So, for this segment, we’re going to be dealing especially with, you know what really is prayer first of all. How do we recognize the Lord’s voice in prayer? How do we give in prayer and how do we receive in prayer? And I don’t think that there is a better person to teach us openness and receptivity and giving than Mary, so we will open by asking for her intercession. 

Hail Mary

In the name of the Father and of the Son and of the Holy Spirit. Amen. Hail Mary, full of grace, the Lord is with thee. Blessed art thou among women and blessed is the fruit of thy womb Jesus. Holy Mary, mother of God, pray for us sinners now and at the hour of our death. Amen. In the name of the Father and of the Son and of the Holy Spirit. Amen. 

What is Prayer?

All right, so what is prayer? What is prayer? Even because it’s difficult to talk about anything else if we don’t even know what prayer is, right? Essentially at its core, prayer is our communication with God. And it’s true that I think we can look at our own lives and recognize that we are not perfect communicators and we do not speak with perfect communicators. But at the same time, we know that God is a perfect communicator. The Trinity within itself is the perfect communication, and He communicates with us, so no matter what our difficulties are, we are dealing with a perfect communicator.

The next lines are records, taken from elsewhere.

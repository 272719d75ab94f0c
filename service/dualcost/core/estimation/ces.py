"""CES and nested CES share equations for estimation (Arrow, Chenery, Minhas and Solow 1961;
Sato 1967).

Flat CES. With weights ``delta_i > 0`` and elasticity of substitution ``sigma``, the budget shares
are (Arrow et al. 1961, in share form)

    w_i(p) = delta_i p_i^(1 - sigma) / sum_j delta_j p_j^(1 - sigma),

a softmax of ``ln delta_i + (1 - sigma) ln p_i``. The free parameters are ``sigma`` and
``ln delta_i`` for every item but the last, whose ``ln delta`` is 0 (the scale of the weights is
not identified). The shares are fitted as they stand, by nonlinear least squares on the share
equations (see :mod:`.system`), not through the log-ratio form ``ln(w_i / w_n)``, so zero shares
are allowed.

Nested CES. Each group ``g`` of the tree has its own ``sigma_g`` and weights ``delta_c`` on its
children (items or subgroups); a group's price index is the weighted power mean of order
``1 - sigma_g`` of its children's, with weights ``delta / sum(delta)``:

    ln P_g = ln M_{1 - sigma_g}(P_c; delta),     s_{c|g} = delta_c P_c^(1 - sigma_g) / sum_k ...,

and an item's share is the product of the within-group shares ``s_{c|g}`` along its path from the
root (Sato 1967; Keller 1976). All groups are fitted jointly on the item shares, so the standard
errors of the groups' sigmas account for each other; each group's last child has ``ln delta = 0``.

Elasticities (Shephard's lemma on the same cost function): with ``W_c`` the total share of the
items under node ``c`` and ``r_g = 1 - sigma_g``,

    d ln w_i / d ln p_j = sum over the groups g on i's path, entered through child c, of
                          r_g (1[j under c] w_j / W_c - 1[j under g] w_j / W_g),

the Marshallian elasticity is that minus ``delta_ij``, and every expenditure elasticity is one
(homothetic preferences). For flat CES this is ``E_ij = (1 - sigma)(delta_ij - w_j) - delta_ij``.
"""

from __future__ import annotations

from dataclasses import dataclass
from typing import Any

import numpy as np

from .._means import log_power_mean
from ..errors import InvalidInput
from ..preferences.nested_ces import FIT_TREE, parse_tree
from .panel import Panel
from .system import Array3, FitOptions, Label, Matrix, ShareSystem, Vector


def softmax_rows(logits: Matrix) -> Matrix:
    """``exp(z_i) / sum_j exp(z_j)`` along the last axis, shifted by the largest term first."""
    z = logits - np.max(logits, axis=-1, keepdims=True)
    e = np.exp(z)
    return e / np.sum(e, axis=-1, keepdims=True)


def _relative_price_spread(log_prices: Matrix, weights: Vector) -> Vector:
    """Weighted standard deviation over the sample of each ``ln(p_i / p_0)``."""
    rel = log_prices - log_prices[:, :1]
    w = weights / weights.sum()
    centred = rel - w @ rel
    return np.sqrt(w @ centred**2)


class CESShares(ShareSystem):
    """Flat CES: ``theta = (sigma, ln delta_1, ..., ln delta_{n-1})``."""

    family = "ces"
    method = "nonlinear least squares on the CES share equations"

    @classmethod
    def from_options(cls, n_items: int, options: FitOptions) -> CESShares:
        options.refuse_all_but(cls.family, cls.takes)
        return cls(n_items)

    def __init__(self, n_items: int) -> None:
        self.n_items = n_items
        self.labels = (Label("sigma"),) + tuple(Label("log_weight", (i,)) for i in range(n_items - 1))
        self.full_labels = (Label("sigma"),) + tuple(Label("log_weight", (i,)) for i in range(n_items))
        a = np.zeros((n_items + 1, n_items))
        a[:n_items, :n_items] = np.eye(n_items)
        self.full_map = (a, np.zeros(n_items + 1))

    def _logits(self, theta: Vector, log_prices: Matrix) -> Matrix:
        log_delta = np.append(theta[1:], 0.0)
        return log_delta + (1.0 - theta[0]) * log_prices

    def shares(self, theta: Vector, log_prices: Matrix, log_expenditure: Vector) -> Matrix:
        return softmax_rows(self._logits(theta, log_prices))

    def jacobian(self, theta: Vector, log_prices: Matrix, log_expenditure: Vector) -> Array3:
        """``dw_i/dsigma = -w_i (ln p_i - sum_j w_j ln p_j)``,
        ``dw_i/d ln delta_k = w_i (delta_ik - w_k)``."""
        w = self.shares(theta, log_prices, log_expenditure)
        n = self.n_items
        out = np.empty(w.shape + (n,))
        mean_lp = np.sum(w * log_prices, axis=1, keepdims=True)
        out[:, :, 0] = -w * (log_prices - mean_lp)
        out[:, :, 1:] = w[:, :, None] * (np.eye(n)[None, :, : n - 1] - w[:, None, : n - 1])
        return out

    def start(self, panel: Panel) -> Vector:
        """sigma from the pooled log-ratio regression where every share is positive, else 1."""
        omega = panel.weights / panel.weights.sum()
        mean_w = omega @ panel.shares
        sigma = 1.0
        if np.all(panel.shares > 0.0):
            y = np.log(panel.shares[:, :-1] / panel.shares[:, -1:])
            x = panel.log_prices[:, :-1] - panel.log_prices[:, -1:]
            y = y - omega @ y
            x = x - omega @ x
            sxx = float(omega @ np.sum(x * x, axis=1))
            if sxx > 0.0:
                sigma = 1.0 - float(omega @ np.sum(x * y, axis=1)) / sxx
        mean_lp = omega @ panel.log_prices
        log_delta = np.log(mean_w) - (1.0 - sigma) * mean_lp
        return np.concatenate([[sigma], log_delta[:-1] - log_delta[-1]])

    def spec(self, theta: Vector) -> dict[str, Any]:
        return {"sigma": float(theta[0])}

    def elasticities(self, theta: Vector, log_prices: Vector, log_expenditure: float
                     ) -> tuple[Vector, Vector, Matrix]:
        w = self.shares(theta, log_prices[None, :], np.array([log_expenditure]))[0]
        n = self.n_items
        r = 1.0 - float(theta[0])
        marshallian = r * (np.eye(n) - w[None, :]) - np.eye(n)
        return w, np.ones(n), marshallian

    def comparison_obstacle(self, theta: Vector) -> str | None:
        """A sigma below zero: no CES cost function has it (Arrow et al. 1961 need sigma >= 0)."""
        sigma = self.spec(theta)["sigma"]
        if sigma < 0.0:
            return (f"the estimated elasticity of substitution is {sigma:.6g}, below zero: no CES "
                    "cost function has it, so there is no Konüs index to compute")
        return None

    def check_identified(self, panel: Panel) -> None:
        if float(np.max(_relative_price_spread(panel.log_prices, panel.weights))) <= 1e-12:
            raise InvalidInput(
                "prices", "the relative prices of the items do not change over the sample "
                "(all prices move in proportion), so the elasticity of substitution cannot be "
                "estimated")


# -- nested CES --------------------------------------------------------------------------------


@dataclass(frozen=True)
class GroupTree:
    """A checked grouping of items. Group 0 is the root; every group's id exceeds its parent's.

    ``children[g]`` holds node ids: ``0..n-1`` are items, ``n + h`` is group ``h``.
    """

    n_items: int
    names: tuple[str, ...]
    parents: tuple[int, ...]
    children: tuple[tuple[int, ...], ...]

    @classmethod
    def parse(cls, spec: Any, n_items: int) -> GroupTree:
        """Check a grouping ``{"name", "children": [item | group, ...]}`` with no sigma (it is
        what the fit estimates) and two children or more per group, items as positions or, in an
        :class:`~dualcost.core.preferences.nested_ces.ItemIdTree`, by id. The tree reader is
        the nested CES family's (:func:`~dualcost.core.preferences.nested_ces.parse_tree`), so
        errors point into the tree the same way; groups are numbered in the order listed."""
        tree = parse_tree(spec, n_items, form=FIT_TREE)
        return cls(n_items, tree.labels, tree.parents, tree.children)

    @property
    def n_groups(self) -> int:
        return len(self.names)

    def items_under(self) -> Matrix:
        """Membership: ``M[node, j] = 1`` when item j is under node (items are under themselves)."""
        n, g_count = self.n_items, self.n_groups
        member = np.zeros((n + g_count, n))
        member[:n, :n] = np.eye(n)
        for g in reversed(range(g_count)):
            for c in self.children[g]:
                member[n + g] += member[c]
        return member


class NestedCESShares(ShareSystem):
    """Nested CES: ``theta`` holds each group's sigma, then each group's ``ln delta`` of all its
    children but the last."""

    family = "nested_ces"
    takes = frozenset({"tree"})
    method = "nonlinear least squares on the nested CES share equations, all groups jointly"

    @classmethod
    def from_options(cls, n_items: int, options: FitOptions) -> NestedCESShares:
        options.refuse_all_but(cls.family, cls.takes)
        return cls(GroupTree.parse(options.tree, n_items))

    def __init__(self, tree: GroupTree) -> None:
        self.tree = tree
        self.n_items = tree.n_items
        n = tree.n_items
        labels = [Label("sigma", group=name) for name in tree.names]
        full = list(labels)
        rows: list[int | None] = list(range(len(labels)))
        self._slots: list[list[int | None]] = []
        for kids in tree.children:
            slots: list[int | None] = []
            for j, c in enumerate(kids):
                label = (Label("log_weight", (c,)) if c < n
                         else Label("log_weight", group=tree.names[c - n]))
                full.append(label)
                if j < len(kids) - 1:
                    slots.append(len(labels))
                    rows.append(len(labels))
                    labels.append(label)
                else:
                    slots.append(None)
                    rows.append(None)
            self._slots.append(slots)
        self.labels = tuple(labels)
        self.full_labels = tuple(full)
        a = np.zeros((len(full), len(labels)))
        for r, k in enumerate(rows):
            if k is not None:
                a[r, k] = 1.0
        self.full_map = (a, np.zeros(len(full)))
        self._member = tree.items_under()

    def _log_weights(self, theta: Vector, g: int) -> Vector:
        return np.array([0.0 if k is None else theta[k] for k in self._slots[g]])

    def shares(self, theta: Vector, log_prices: Matrix, log_expenditure: Vector) -> Matrix:
        tree, n = self.tree, self.n_items
        log_index: list[Vector] = [log_prices[:, i] for i in range(n)] + [
            np.empty(0)] * tree.n_groups
        within: list[Matrix] = [np.empty((0, 0))] * tree.n_groups
        for g in reversed(range(tree.n_groups)):
            x = np.column_stack([log_index[c] for c in tree.children[g]])
            log_delta = self._log_weights(theta, g)
            r = 1.0 - float(theta[g])
            log_index[n + g] = log_power_mean(x, softmax_rows(log_delta), r)
            within[g] = softmax_rows(log_delta + r * x)
        node_share: list[Vector] = [np.empty(0)] * (n + tree.n_groups)
        node_share[n] = np.ones(log_prices.shape[0])
        for g in range(tree.n_groups):
            for j, c in enumerate(tree.children[g]):
                node_share[c] = node_share[n + g] * within[g][:, j]
        return np.column_stack(node_share[:n])

    def start(self, panel: Panel) -> Vector:
        """Every sigma 1 (Cobb-Douglas within each group); weights from the mean shares."""
        omega = panel.weights / panel.weights.sum()
        node_w = self._member @ (omega @ panel.shares)
        theta = np.ones(self.n_parameters)
        for g, kids in enumerate(self.tree.children):
            log_w = np.log(node_w[list(kids)])
            for j, k in enumerate(self._slots[g]):
                if k is not None:
                    theta[k] = log_w[j] - log_w[-1]
        return theta

    def spec(self, theta: Vector) -> dict[str, Any]:
        tree, n = self.tree, self.n_items
        groups: list[dict[str, Any]] = [
            {"name": tree.names[g], "sigma": float(theta[g]), "children": []}
            for g in range(tree.n_groups)
        ]
        for g, kids in enumerate(tree.children):
            groups[g]["children"] = [c if c < n else groups[c - n] for c in kids]
        return {"tree": groups[0]}

    def elasticities(self, theta: Vector, log_prices: Vector, log_expenditure: float
                     ) -> tuple[Vector, Vector, Matrix]:
        tree, n = self.tree, self.n_items
        w = self.shares(theta, log_prices[None, :], np.array([log_expenditure]))[0]
        member = self._member
        node_w = member @ w
        parent_of = {c: g for g in range(tree.n_groups) for c in tree.children[g]}
        d = np.zeros((n, n))
        for i in range(n):
            node = i
            while node in parent_of:
                g = parent_of[node]
                r = 1.0 - float(theta[g])
                d[i] += r * (member[node] * w / node_w[node] - member[n + g] * w / node_w[n + g])
                node = n + g
        return w, np.ones(n), d - np.eye(n)

    def comparison_obstacle(self, theta: Vector) -> str | None:
        """The first group whose sigma is below zero: no nested CES cost function has it."""
        for label, value in zip(self.full_labels, self.full(theta), strict=True):
            if label.symbol == "sigma" and value < 0.0:
                return (f"the estimated sigma of group {label.group!r} is {float(value):.6g}, "
                        "below zero: no nested CES cost function has it")
        return None

    def check_identified(self, panel: Panel) -> None:
        n = self.n_items
        for g, name in enumerate(self.tree.names):
            under = np.flatnonzero(self._member[n + g])
            spread = _relative_price_spread(panel.log_prices[:, under], panel.weights)
            if float(np.max(spread)) <= 1e-12:
                raise InvalidInput(
                    "prices", f"the prices of the items in group {name!r} keep the same ratios "
                    "over the sample, so the group's elasticity of substitution cannot be "
                    "estimated")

He knows how to communicate to us even if we struggle to receive it. And even if we struggle to receive it, to recognize it, to understand it. And even if we have trouble responding in communication, always know that through the grace of your baptism, if you’ve been baptized, and if you have not, I really would just take a moment to invite you to consider that, that step in your relationship with the Lord. 

But if we have been baptized, we have the indwelling of God within us, we have the perfect communicator within us, and we are reminded in scripture that we do not know how to pray as we ought, but the Holy Spirit prays within us with inexpressible groanings. He can say what we cannot say, He can express what we cannot express, He can understand what we cannot fathom, so be consoled. This is possible. No matter how much you struggle with communication with anybody else, this is possible, okay? So, do not be afraid. 

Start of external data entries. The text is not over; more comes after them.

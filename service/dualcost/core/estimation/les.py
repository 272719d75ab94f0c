"""Linear expenditure system share equations for estimation (Stone 1954; Geary 1950).

Spending on item i is its subsistence cost plus a fixed part ``beta_i`` of the income left over
(Stone 1954, "Linear expenditure systems and demand analysis", Economic Journal 64(255)):

    p_i x_i = p_i gamma_i + beta_i (m - p . gamma),   sum_i beta_i = 1,

so the budget shares are ``w_i = p_i gamma_i / m + beta_i (1 - p . gamma / m)``. The free
parameters are every subsistence quantity ``gamma_i`` and the marginal budget shares of all items
but the last (``beta_n = 1 - sum of the others``, adding-up). The shares are fitted by nonlinear
least squares on the share equations (see :mod:`.system`).

Elasticities at ``(p, m)`` with ``e_i = p_i / m``: expenditure ``eta_i = beta_i / w_i`` and
Marshallian ``E_ij = -delta_ij (1 - e_i gamma_i / w_i) - beta_i e_j gamma_j / w_i`` (differentiate
``x_i = gamma_i + beta_i (m - p . gamma) / p_i``; Deaton and Muellbauer 1980, *Economics and
Consumer Behavior*, 3.1).
"""

from __future__ import annotations

from typing import Any

import numpy as np

from ..errors import InvalidInput
from .ces import _relative_price_spread
from .panel import Panel
from .system import Array3, FitOptions, Label, Matrix, ShareSystem, Vector


class LinearExpenditureShares(ShareSystem):
    """``theta = (gamma_1, ..., gamma_n, beta_1, ..., beta_{n-1})``."""

    family = "stone_geary"
    method = "nonlinear least squares on the linear expenditure system's share equations"

    @classmethod
    def from_options(cls, n_items: int, options: FitOptions) -> LinearExpenditureShares:
        options.refuse_all_but(cls.family, cls.takes)
        return cls(n_items)

    def __init__(self, n_items: int) -> None:
        n = n_items
        self.n_items = n
        self.labels = tuple(Label("gamma", (i,)) for i in range(n)) + tuple(
            Label("beta", (i,)) for i in range(n - 1))
        self.full_labels = tuple(Label("gamma", (i,)) for i in range(n)) + tuple(
            Label("beta", (i,)) for i in range(n))
        a = np.zeros((2 * n, 2 * n - 1))
        a[: 2 * n - 1, : 2 * n - 1] = np.eye(2 * n - 1)
        a[2 * n - 1, n:] = -1.0
        c = np.zeros(2 * n)
        c[-1] = 1.0
        self.full_map = (a, c)

    def _split(self, theta: Vector) -> tuple[Vector, Vector]:
        n = self.n_items
        gamma = theta[:n]
        beta = np.append(theta[n:], 1.0 - float(np.sum(theta[n:])))
        return gamma, beta

    def shares(self, theta: Vector, log_prices: Matrix, log_expenditure: Vector) -> Matrix:
        gamma, beta = self._split(theta)
        e = np.exp(log_prices - log_expenditure[:, None])
        left = 1.0 - e @ gamma
        return e * gamma + left[:, None] * beta

    def jacobian(self, theta: Vector, log_prices: Matrix, log_expenditure: Vector) -> Array3:
        """``dw_i/dgamma_k = delta_ik e_i - beta_i e_k``;
        ``dw_i/dbeta_k = (delta_ik - delta_in)(1 - e . gamma)``."""
        n = self.n_items
        gamma, beta = self._split(theta)
        e = np.exp(log_prices - log_expenditure[:, None])
        left = 1.0 - e @ gamma
        out = np.empty(e.shape + (2 * n - 1,))
        out[:, :, :n] = e[:, :, None] * np.eye(n)[None] - beta[None, :, None] * e[:, None, :]
        pick = np.zeros((n, n - 1))
        pick[: n - 1] = np.eye(n - 1)
        pick[n - 1] = -1.0
        out[:, :, n:] = left[:, None, None] * pick[None]
        return out

    def start(self, panel: Panel) -> Vector:
        """Subsistence at half the smallest quantity bought; beta by least squares given it."""
        quantities = panel.shares * panel.expenditure[:, None] / panel.prices
        gamma = 0.5 * quantities.min(axis=0)
        e = panel.prices / panel.expenditure[:, None]
        left = 1.0 - e @ gamma
        omega = panel.weights
        beta = (omega * left) @ (panel.shares - e * gamma) / float(omega @ left**2)
        return np.concatenate([gamma, beta[:-1]])

    def spec(self, theta: Vector) -> dict[str, Any]:
        return {"subsistence_quantities": self._split(theta)[0].copy()}

    def elasticities(self, theta: Vector, log_prices: Vector, log_expenditure: float
                     ) -> tuple[Vector, Vector, Matrix]:
        gamma, beta = self._split(theta)
        e = np.exp(log_prices - log_expenditure)
        w = e * gamma + beta * (1.0 - float(e @ gamma))
        with np.errstate(divide="ignore", invalid="ignore"):
            eta = beta / w
            marshallian = (-np.diag(1.0 - e * gamma / w)
                           - (beta / w)[:, None] * (e * gamma)[None, :])
        return w, eta, marshallian

    def check_identified(self, panel: Panel) -> None:
        if float(np.max(_relative_price_spread(panel.log_prices, panel.weights))) <= 1e-12:
            raise InvalidInput(
                "prices", "the relative prices of the items do not change over the sample, so "
                "the subsistence quantities cannot be told apart from the marginal budget shares")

How to Recognize God’s Voice in Prayer?

So, we’re going to begin today with talking about how do we recognize God’s voice in prayer? It’s easy to be able to recognize somebody’s voice who speaks to you provided you can hear. If you can’t hear, you have your own ways of recognizing somebody’s voice or somebody’s presence, right? If you’re blind, you have a different way of recognizing someone’s presence if they’re not speaking. 

And I think that that’s a really important example actually for us, is that there are different ways of recognizing when the Lord is speaking. And just as we may speak to different people differently based on how they understand things, how they relate to things, how they communicate, so too does God speak differently to each of us. There’s always a common denominator, it’s still Him speaking just as it’s still me speaking to a four year old and to an adult, right? I’m speaking differently. I might be saying the same thing. It’s both with the equivalent amount of sincerity, but I’m going to say it in a different way, so that it is understood, right? We speak to be understood. That is true communication. And God can do that. He can do that with us. 

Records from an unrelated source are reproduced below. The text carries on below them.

@dataclass(frozen=True)
class BaseBudget:
    """Base-period prices with the base bundle, as quantities or as shares with total expenditure.

    Build it with :meth:`from_quantities` or :meth:`from_shares`; both check their inputs. A
    budget of many households (:meth:`from_rows`) has a leading household axis: quantities
    ``(H, N)`` and expenditure ``(H,)`` at one price vector.
    """

    prices: Vector
    quantities: Vector
    expenditure: Any  # a float, or (H,) for a budget of many households
    notices: tuple[Notice, ...] = field(default=())
    #: The shares as given, for a budget of many households built from them: the shares
    #: recomputed from the quantities differ from them in the last bit.
    given_shares: Matrix | None = None

    @property
    def shares(self) -> Vector:
        """Base expenditure shares ``p0_i q0_i / p0 . q0``."""
        if self.given_shares is not None:
            return self.given_shares
        return self.prices * self.quantities / _per_item(self.expenditure)

    @property
    def n_items(self) -> int:
        return int(self.prices.size)

    @property
    def batch_shape(self) -> tuple[int, ...]:
        """``(H,)`` for a budget of H households, ``()`` for one budget."""
        return tuple(self.quantities.shape[:-1])

    def row(self, h: int) -> BaseBudget:
        """Household ``h``'s own budget, built and checked as :meth:`from_shares` builds one."""
        if self.given_shares is not None:
            return BaseBudget.from_shares(self.prices, self.given_shares[h],
                                          float(self.expenditure[h]))
        return BaseBudget.from_quantities(self.prices, self.quantities[h])

    @classmethod
    def from_rows(cls, prices: npt.ArrayLike, shares: npt.ArrayLike,
                  expenditure: npt.ArrayLike) -> BaseBudget:
        """Many households' budgets at the same base prices: ``shares`` (H, N), ``expenditure``
        (H,), ``q0_h = w0_h (m_h / p0)``.

        The rows are not checked here: the caller checks each household's shares and income
        and leaves out, by row, the ones that break a rule (see :mod:`dualcost.core.households`);
        the prices are checked.
        """
        p = _checks.positive("p0", prices)
        w = np.asarray(shares, dtype=np.float64)
        m = np.asarray(expenditure, dtype=np.float64)
        if w.ndim != 2 or w.shape[1] != p.size or m.shape != w.shape[:1]:
            raise InvalidInput("shares", f"must be a households by {p.size} items array with one "
                               f"income per household, got shapes {w.shape} and {m.shape}")
        return cls(prices=p, quantities=w * (m[:, None] / p), expenditure=m, given_shares=w)

    @classmethod
    def from_quantities(
        cls,
        prices: npt.ArrayLike,
        quantities: npt.ArrayLike,
        *,
        expenditure: float | None = None,
    ) -> BaseBudget:
        """Base prices and base quantities; total expenditure is ``p0 . q0``.

        If ``expenditure`` is given too it must agree with ``p0 . q0`` to 1e-6 relative.
        """
        p = _checks.positive("p0", prices)
        q = _checks.nonnegative("q0", quantities, size=p.size)
        total = float(p @ q)
        if total <= 0.0:
            raise InvalidInput("q0", "at least one base quantity must be greater than zero")
        if expenditure is not None:
            m = _checks.scalar("m0", expenditure, minimum=0.0)
            if abs(m - total) > _checks.ADDING_UP_TOLERANCE * total:
                raise InvalidInput(
                    "m0",
                    f"base expenditure {m:.10g} differs from the value of the base basket "
                    f"p0 . q0 = {total:.10g}; give one of them, or make them agree",
                )
        return cls(prices=p, quantities=q, expenditure=total)

    @classmethod
    def from_shares(
        cls,
        prices: npt.ArrayLike,
        shares: npt.ArrayLike,
        expenditure: float,
        *,
        normalise: bool = False,
        unit: str = "fraction",
    ) -> BaseBudget:
        """Base prices, base expenditure shares and total expenditure.

        Shares must sum to one within 1e-6. Given in another ``unit`` (``percent``,
        ``per_mille``: see :data:`dualcost.core._checks.SHARE_UNITS`) they are divided by 100 or
        1000 first, and the budget carries a notice saying so. With ``normalise=True`` shares
        that do not sum to one are divided by their sum instead, and the budget carries a notice
        saying so.
        """
        p = _checks.positive("p0", prices)
        m = _checks.scalar("m0", expenditure, minimum=0.0)
        notices: tuple[Notice, ...] = converted_notices("The base expenditure shares", unit)
        if normalise:
            w = _checks.nonnegative("w0", shares, size=p.size) / _checks.share_scale(unit)
            total = float(w.sum())
            if total <= 0.0:
                raise InvalidInput("w0", "at least one base share must be greater than zero")
            if abs(total - 1.0) > 0.0:
                w = w / total
                notices += (
                    Notice(
                        "shares_normalised",
                        f"The base expenditure shares summed to {total:.10g}; as asked, each was "
                        "divided by that sum.",
                    ),
                )
        else:
            w = _checks.shares("w0", shares, size=p.size, unit=unit)
        return cls(prices=p, quantities=w * m / p, expenditure=m, notices=notices)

Speaking Through His Silence

So, how do we recognize the voice of God then? If he’s not speaking to me in the exact same way as he’s speaking to Joe beside me, how do I know that He’s speaking? How do I recognize His voice especially if I’ve never heard it before, right? If you are here and you can honestly say like, yeah, I pray, God works in my life, but I’ve never heard Him. He’s never really said anything to me. You’re in a totally normal position. Be at peace. The Lord is speaking to you, but you might not be able to recognize it. And if you know that the Lord speaks to you and you’ve heard it before and He’s in a time of silence with you right now, maybe He’s speaking to you in a different way that you haven’t quite learned to recognize, but maybe His silence is His communication. And He’s not passive aggressive, okay? 

So, if we come from families or friend groups or whatever, where when people are ticked off at you, they just give you a cold shoulder and won’t speak to you for weeks. I’ve certainly had that experience within my own life. That is not what God is silent with us for. He does not punish us through silence. He may call us to conversion through silence, but He never punishes us through silence. He’s not passive aggressive. He’s actually quite direct. Sometimes a little too direct for our sensibilities, but be at peace of that. If that is a wound that you carry, know that God will never do that to you, okay? You can trust Him on that one. 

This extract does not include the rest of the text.